We consider a special case of the classical audio source separation problem, where (1) two microphones are in an
'earable' device worn at the ears,
and (2) the sources need to be separated by spatial regions around the head. The figure below shows an example
of spatial regions around the head; our goal is to output one source (or mixture of sources) from each region.
We propose a two-stage self-supervised framework with a pre-processing module in the first stage and a DNN in the second.
This framework does not assume knowledge of the number of sources, and importantly, leverages the spatial cues
provided by the user's personal head related transfer function (HRTF). Results show superior performance compared
to various baselines (including supervised models with generics HRTFs) and is slightly worse than the best possible
model that uses both personal HRTF and ground-truth based supervision.
Personal HRTFs are not available, hence it is challenging to synthesize training signals that embed the personal HRTF.
One possibility is to utilize real-world binaural recordings from earable devices which would naturally embed the
user's personal HRTF; of course, the problem is that such real-world recordings are not clean since they are
typically mixtures of multiple sources.
We propose a method to clean-up the real-world binaural recordings whenever possible, and show that this
"somewhat clean" data is adequate to train a region-wise source spearation model.
When the binaural recording is excessively contaminated, we realibly discard such data.
Hence, our model is self-supervised and leverages the inhherent spatial cues encoded in personalized HRTFs.

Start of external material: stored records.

func TestDecodeRejects(t *testing.T) {
	const (
		okTime  = `"time":"2026-03-10T23:40:00Z"`
		touch   = `{"id":"e1","user":"u1",` + okTime + `,"kind":"touch","channel":"newsletter"`
		action  = `{"id":"e2","user":"u1",` + okTime + `,"kind":"action","action":"order"`
		idUser  = `{"id":"e1","user":"u1",`
		kindAct = `"kind":"action","action":"order"}`
	)
	tests := []struct {
		name      string
		lim       Limits
		currency  string
		in        string
		wantWhy   Reason
		wantField string
	}{
		{"payload over the limit", Limits{MaxPayload: 100, MaxID: 128, MaxUser: 256, MaxName: 128}, "",
			action + `,"pad":"` + strings.Repeat("x", 100) + `"}`, ReasonTooLarge, ""},
		{"payload over 64 KiB", DefaultLimits(), "", action + `,"pad":"` + strings.Repeat("x", 64<<10) + `"}`, ReasonTooLarge, ""},

		{"empty payload", DefaultLimits(), "", ``, ReasonBadJSON, ""},
		{"only whitespace", DefaultLimits(), "", " \n", ReasonBadJSON, ""},
		{"array", DefaultLimits(), "", `[` + action + `}]`, ReasonBadJSON, ""},
		{"string", DefaultLimits(), "", `"event"`, ReasonBadJSON, ""},
		{"number", DefaultLimits(), "", `42`, ReasonBadJSON, ""},
		{"null", DefaultLimits(), "", `null`, ReasonBadJSON, ""},
		{"truncated object", DefaultLimits(), "", action, ReasonBadJSON, ""},
		{"two objects", DefaultLimits(), "", action + `}` + action + `}`, ReasonBadJSON, ""},
		{"trailing comma", DefaultLimits(), "", action + `,}`, ReasonBadJSON, ""},
		{"single quotes", DefaultLimits(), "", `{'id':'e1'}`, ReasonBadJSON, ""},
		{"invalid utf-8 in a value", DefaultLimits(), "", `{"id":"e\xff1","user":"u1",` + okTime + `,` + kindAct, ReasonBadJSON, ""},
		{"invalid utf-8 in an unknown field", DefaultLimits(), "", action + `,"x":"\xc3\x28"}`, ReasonBadJSON, ""},
		{"utf-8 encoded surrogate", DefaultLimits(), "", action + `,"x":"\xed\xa0\x80"}`, ReasonBadJSON, ""},
		{"lone high surrogate escape", DefaultLimits(), "", `{"id":"e\ud800","user":"u1",` + okTime + `,` + kindAct, ReasonBadJSON, ""},
		{"lone low surrogate escape", DefaultLimits(), "", action + `,"x":"\udc00"}`, ReasonBadJSON, ""},
		{"high surrogate before a non-surrogate", DefaultLimits(), "", action + `,"x":"\ud800\u0041"}`, ReasonBadJSON, ""},
		{"raw control character in a string", DefaultLimits(), "", action + ",\"x\":\"a\x01b\"}", ReasonBadJSON, ""},
		{"unknown escape", DefaultLimits(), "", action + `,"x":"\q"}`, ReasonBadJSON, ""},
		{"short unicode escape", DefaultLimits(), "", action + `,"x":"\u12"}`, ReasonBadJSON, ""},
		{"NaN literal", DefaultLimits(), "", action + `,"value":NaN}`, ReasonBadJSON, ""},
		{"Infinity literal", DefaultLimits(), "", action + `,"value":Infinity}`, ReasonBadJSON, ""},
		{"leading zero", DefaultLimits(), "", action + `,"value":012}`, ReasonBadJSON, ""},
		{"plus sign", DefaultLimits(), "", action + `,"value":+1}`, ReasonBadJSON, ""},
		{"bare fraction", DefaultLimits(), "", action + `,"value":.5}`, ReasonBadJSON, ""},
		{"nesting one level too deep", DefaultLimits(), "", action + `,"deep":` + nested(maxDepth-1) + `}`, ReasonBadJSON, ""},
		{"nesting 10000 levels deep", DefaultLimits(), "", action + `,"deep":` + nested(10000) + `}`, ReasonBadJSON, ""},

		{"duplicate id", DefaultLimits(), "", action + `,"id":"e3"}`, ReasonBadField, "id"},
		{"duplicate value", DefaultLimits(), "", action + `,"value":1,"value":2}`, ReasonBadField, "value"},

		{"id absent", DefaultLimits(), "", `{"user":"u1",` + okTime + `,` + kindAct, ReasonMissingField, "id"},
		{"id null", DefaultLimits(), "", `{"id":null,"user":"u1",` + okTime + `,` + kindAct, ReasonMissingField, "id"},
		{"id empty", DefaultLimits(), "", `{"id":"","user":"u1",` + okTime + `,` + kindAct, ReasonMissingField, "id"},
		{"user absent", DefaultLimits(), "", `{"id":"e1",` + okTime + `,` + kindAct, ReasonMissingField, "user"},
		{"user empty", DefaultLimits(), "", `{"id":"e1","user":"",` + okTime + `,` + kindAct, ReasonMissingField, "user"},
		{"time absent", DefaultLimits(), "", idUser + kindAct, ReasonMissingField, "time"},
		{"time null", DefaultLimits(), "", idUser + `"time":null,` + kindAct, ReasonMissingField, "time"},
		{"kind absent", DefaultLimits(), "", idUser + okTime + `,"action":"order"}`, ReasonMissingField, "kind"},
		{"kind empty", DefaultLimits(), "", idUser + okTime + `,"kind":"","action":"order"}`, ReasonMissingField, "kind"},
		{"channel absent", DefaultLimits(), "", idUser + okTime + `,"kind":"touch"}`, ReasonMissingField, "channel"},
		{"channel empty", DefaultLimits(), "", idUser + okTime + `,"kind":"touch","channel":""}`, ReasonMissingField, "channel"},
		{"action absent", DefaultLimits(), "", idUser + okTime + `,"kind":"action","value":5}`, ReasonMissingField, "action"},
		{"action null", DefaultLimits(), "", idUser + okTime + `,"kind":"action","action":null}`, ReasonMissingField, "action"},
		{"first problem wins: id before time", DefaultLimits(), "", `{"user":"u1","time":"nope",` + kindAct, ReasonMissingField, "id"},

		{"id number", DefaultLimits(), "", `{"id":17,"user":"u1",` + okTime + `,` + kindAct, ReasonBadField, "id"},
		{"user boolean", DefaultLimits(), "", `{"id":"e1","user":true,` + okTime + `,` + kindAct, ReasonBadField, "user"},
		{"time number", DefaultLimits(), "", idUser + `"time":1773186000,` + kindAct, ReasonBadField, "time"},
		{"kind object", DefaultLimits(), "", idUser + okTime + `,"kind":{"k":"touch"},"channel":"a"}`, ReasonBadField, "kind"},
		{"channel array", DefaultLimits(), "", idUser + okTime + `,"kind":"touch","channel":["a"]}`, ReasonBadField, "channel"},
		{"campaign number", DefaultLimits(), "", touch + `,"campaign":3}`, ReasonBadField, "campaign"},
		{"interaction boolean", DefaultLimits(), "", touch + `,"interaction":false}`, ReasonBadField, "interaction"},
		{"action number", DefaultLimits(), "", idUser + okTime + `,"kind":"action","action":1}`, ReasonBadField, "action"},
		{"value string", DefaultLimits(), "", action + `,"value":"12.50"}`, ReasonBadField, "value"},
		{"value boolean", DefaultLimits(), "", action + `,"value":true}`, ReasonBadField, "value"},
		{"value object", DefaultLimits(), "", action + `,"value":{"amount":1}}`, ReasonBadField, "value"},
		{"currency number", DefaultLimits(), "", action + `,"currency":978}`, ReasonBadField, "currency"},
		{"id too long", DefaultLimits(), "", `{"id":"` + strings.Repeat("i", 129) + `","user":"u1",` + okTime + `,` + kindAct, ReasonBadField, "id"},
		{"user too long", DefaultLimits(), "", `{"id":"e1","user":"` + strings.Repeat("u", 257) + `",` + okTime + `,` + kindAct, ReasonBadField, "user"},
		{"user too long in bytes, not runes", DefaultLimits(), "", `{"id":"e1","user":"` + strings.Repeat("é", 129) + `",` + okTime + `,` + kindAct, ReasonBadField, "user"},
		{"channel too long", DefaultLimits(), "", idUser + okTime + `,"kind":"touch","channel":"` + strings.Repeat("c", 129) + `"}`, ReasonBadField, "channel"},
		{"campaign too long", DefaultLimits(), "", touch + `,"campaign":"` + strings.Repeat("c", 129) + `"}`, ReasonBadField, "campaign"},
		{"action too long", DefaultLimits(), "", idUser + okTime + `,"kind":"action","action":"` + strings.Repeat("a", 129) + `"}`, ReasonBadField, "action"},
		{"currency too long", DefaultLimits(), "", action + `,"currency":"` + strings.Repeat("E", 129) + `"}`, ReasonBadField, "currency"},
		{"escaped control character in id", DefaultLimits(), "", `{"id":"e\u00011","user":"u1",` + okTime + `,` + kindAct, ReasonBadField, "id"},
		{"escaped nul in user", DefaultLimits(), "", `{"id":"e1","user":"u\u0000",` + okTime + `,` + kindAct, ReasonBadField, "user"},
		{"store separator 0x1f in channel", DefaultLimits(), "", idUser + okTime + `,"kind":"touch","channel":"a\u001fb"}`, ReasonBadField, "channel"},
		{"newline in campaign", DefaultLimits(), "", touch + `,"campaign":"a\nb"}`, ReasonBadField, "campaign"},
		{"raw DEL in action", DefaultLimits(), "", idUser + okTime + ",\"kind\":\"action\",\"action\":\"buy\x7f\"}", ReasonBadField, "action"},
		{"escaped DEL in currency", DefaultLimits(), "", action + `,"currency":"EU\u007f"}`, ReasonBadField, "currency"},
		// Names beginning with "@" are reserved for the states the tool adds
		// (event.StateEntry, ...); an escaped '@' (\u0040) is the same name.
		{"channel is a reserved state", DefaultLimits(), "", idUser + okTime + `,"kind":"touch","channel":"@entry"}`, ReasonBadField, "channel"},
		{"channel begins with @", DefaultLimits(), "", idUser + okTime + `,"kind":"touch","channel":"@social"}`, ReasonBadField, "channel"},
		{"channel begins with escaped @", DefaultLimits(), "", idUser + okTime + `,"kind":"touch","channel":"\u0040lost"}`, ReasonBadField, "channel"},
		{"campaign begins with @", DefaultLimits(), "", touch + `,"campaign":"@converted"}`, ReasonBadField, "campaign"},
		{"action is a reserved state", DefaultLimits(), "", idUser + okTime + `,"kind":"action","action":"@exit"}`, ReasonBadField, "action"},

		{"time without zone", DefaultLimits(), "", idUser + `"time":"2026-03-10T23:40:00",` + kindAct, ReasonBadTime, "time"},
		{"time with space separator", DefaultLimits(), "", idUser + `"time":"2026-03-10 23:40:00Z",` + kindAct, ReasonBadTime, "time"},
		{"date only", DefaultLimits(), "", idUser + `"time":"2026-03-10",` + kindAct, ReasonBadTime, "time"},
		{"words", DefaultLimits(), "", idUser + `"time":"yesterday",` + kindAct, ReasonBadTime, "time"},
		{"month 13", DefaultLimits(), "", idUser + `"time":"2026-13-10T23:40:00Z",` + kindAct, ReasonBadTime, "time"},
		{"february 30", DefaultLimits(), "", idUser + `"time":"2026-02-30T23:40:00Z",` + kindAct, ReasonBadTime, "time"},
		{"offset without colon", DefaultLimits(), "", idUser + `"time":"2026-03-10T23:40:00+0200",` + kindAct, ReasonBadTime, "time"},
		{"offset hour 24", DefaultLimits(), "", idUser + `"time":"2026-03-10T23:40:00+24:00",` + kindAct, ReasonBadTime, "time"},
		{"offset minute 60", DefaultLimits(), "", idUser + `"time":"2026-03-10T23:40:00+01:60",` + kindAct, ReasonBadTime, "time"},
		{"comma before the fraction", DefaultLimits(), "", idUser + `"time":"2026-03-10T23:40:00,5Z",` + kindAct, ReasonBadTime, "time"},
		{"dot without digits", DefaultLimits(), "", idUser + `"time":"2026-03-10T23:40:00.Z",` + kindAct, ReasonBadTime, "time"},
		{"one-digit hour", DefaultLimits(), "", idUser + `"time":"2026-03-10T3:40:00Z",` + kindAct, ReasonBadTime, "time"},
		{"hour 24", DefaultLimits(), "", idUser + `"time":"2026-03-10T24:00:00Z",` + kindAct, ReasonBadTime, "time"},
		{"leap second", DefaultLimits(), "", idUser + `"time":"2016-12-31T23:59:60Z",` + kindAct, ReasonBadTime, "time"},
		{"lower-case t and z (go's reading)", DefaultLimits(), "", idUser + `"time":"2026-03-10t23:40:00z",` + kindAct, ReasonBadTime, "time"},
		{"trailing text", DefaultLimits(), "", idUser + `"time":"2026-03-10T23:40:00Z ",` + kindAct, ReasonBadTime, "time"},
		{"zone name", DefaultLimits(), "", idUser + `"time":"2026-03-10T23:40:00 UTC",` + kindAct, ReasonBadTime, "time"},
		{"before int64 nanoseconds", DefaultLimits(), "", idUser + `"time":"1600-01-01T00:00:00Z",` + kindAct, ReasonBadTime, "time"},
		{"after int64 nanoseconds", DefaultLimits(), "", idUser + `"time":"2263-01-01T00:00:00Z",` + kindAct, ReasonBadTime, "time"},

		{"kind unknown", DefaultLimits(), "", idUser + okTime + `,"kind":"click","channel":"a"}`, ReasonBadKind, "kind"},
		{"kind capitalised", DefaultLimits(), "", idUser + okTime + `,"kind":"Touch","channel":"a"}`, ReasonBadKind, "kind"},
		{"interaction unknown", DefaultLimits(), "", touch + `,"interaction":"hover"}`, ReasonBadKind, "interaction"},
		{"interaction capitalised", DefaultLimits(), "", touch + `,"interaction":"VIEW"}`, ReasonBadKind, "interaction"},

		{"value negative", DefaultLimits(), "", action + `,"value":-1}`, ReasonBadValue, "value"},
		{"value tiny negative", DefaultLimits(), "", action + `,"value":-0.000001}`, ReasonBadValue, "value"},
		{"value overflows float64", DefaultLimits(), "", action + `,"value":1e400}`, ReasonBadValue, "value"},
		{"value negative overflow", DefaultLimits(), "", action + `,"value":-1e400}`, ReasonBadValue, "value"},
		{"value huge exponent", DefaultLimits(), "", action + `,"value":1e99999999999999999999}`, ReasonBadValue, "value"},
		{"value just above 1e12", DefaultLimits(), "", action + `,"value":1000000000000.0000001}`, ReasonBadValue, "value"},
		{"value 2e12", DefaultLimits(), "", action + `,"value":2e12}`, ReasonBadValue, "value"},
		{"value 1e13", DefaultLimits(), "", action + `,"value":10000000000000}`, ReasonBadValue, "value"},

		{"currency differs", DefaultLimits(), "EUR", action + `,"currency":"USD"}`, ReasonCurrency, "currency"},
		{"currency is case-sensitive", DefaultLimits(), "EUR", action + `,"currency":"eur"}`, ReasonCurrency, "currency"},
		{"touch currency differs", DefaultLimits(), "EUR", touch + `,"currency":"GBP"}`, ReasonCurrency, "currency"},
	}
	for _, tt := range tests {
		t.Run(tt.name, func(t *testing.T) {
			d := NewDecoder(tt.lim, tt.currency)
			ev, err := d.Decode([]byte(tt.in))
			var rej *RejectError
			if !errors.As(err, &rej) {
				t.Fatalf("Decode(%.200s) = %+v, %v; want a *RejectError", tt.in, ev, err)
			}
			if rej.Reason != tt.wantWhy || rej.Field != tt.wantField {
				t.Errorf("Decode(%.200s): got reason %q field %q (%v), want reason %q field %q",
					tt.in, rej.Reason, rej.Field, rej, tt.wantWhy, tt.wantField)
			}
			if ev != (Event{}) {
				t.Errorf("rejected Decode returned a non-zero event %+v", ev)
			}
			if msg := unquoted(rej.Msg); msg == "" || strings.ToLower(msg) != msg {
				t.Errorf("Msg %q: want a non-empty lowercase message", rej.Msg)
			}
		})
	}
}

The figure below shows the two-stages of our framework. The first stage accepts real-world binaural recordings as input and employs our proposed spatial clustering method to isolate “relatively clean” spatial sources. These sources are entered into a personal database and random mixtures (of 2, 3, 4, and even 5 sources) are then drawn from the database to generate the binaural training data. This mixture dataset is then used to train a dual-channel TasNet [1] architecture, adapted for region-based separation. The reference signals (for the loss function) are the “somewhat clean” signals in our personal database, hence no clean or labeled signal is necessary.
The spatial clustering method in stage one is based on the DUET [2] paper, which aims to cluster the time-frequency
bins by interaural time and level differences, as shown in the figure below. However this approach is challenging
in the binaural case due to spatial aliasing and unknown number of sources. We improve on DUET
to solve these problems; the detailed algorithm is available in our paper.
We intend to characterize the gains from personalised HRTFs (compared to general) and the loss from self-supervision
(compared to supervised methods where clean labeled data is available). Hence, we compare with several baselines
as follows:
GENERAL - Supervised model where training data is synthesized from generic HRTFs (from the CIPIC [3] HRTF database)
PERSONALIZED* - Supervised training where the personal HRTF (measured for few users) is used to create the training data
SELF - Self-supervised training with "somewhat clean" data, as proposed in this paper
SEMI - Same as SELF but with half of the sources being clean
FEW-SEMI - Same as SELF but with only 1 hour of training
Results below show that our self-supervised method closes the gap between GENERAL and the ideal PERSONALIZED* model.
We also compare between region based separation with classical all-source separation.
We only consider the case when there is only one speaker is the first region and compare the SNR for that single speaker.
All-source separation model is the same achitecture and is trained assuming known perosnal HRTF and known number of sources.
Even then, our self-supervised model can achieve a gain of around 25%.
Here are some (binaural) audio samples for listening. The "mixture" is the aggregate of all sounds as recorded by the
earphone. The rows denote each region and the columns denote the ground truth signal in that region, followed by the
various methods being compared. For example, row:R1 and col:Ground is the audio of the ground truth signal
arriving from region R1. This clip could be a single source, a mixture of few sources, or could be empty, depending on
the signals present in this region.
[1] C. Han, Y. Luo, and N. Mesgarani. Real-time binaural speech separation with preserved spatial cues. In IEEE International Conference on Acoustics, Speech and Signal Processing, pages 6404–6408. IEEE, 2020.
[2] O. Yilmaz, S. Richard. Blind Separation of Speech Mixtures via Time-Frequency Masking. In IEEE Transactions on Signal Processing. 2004.
[3] R. Algazi, R. Duda, D. Thompson, C. Avendano. THE CIPIC HRTF DATABASE. 2001.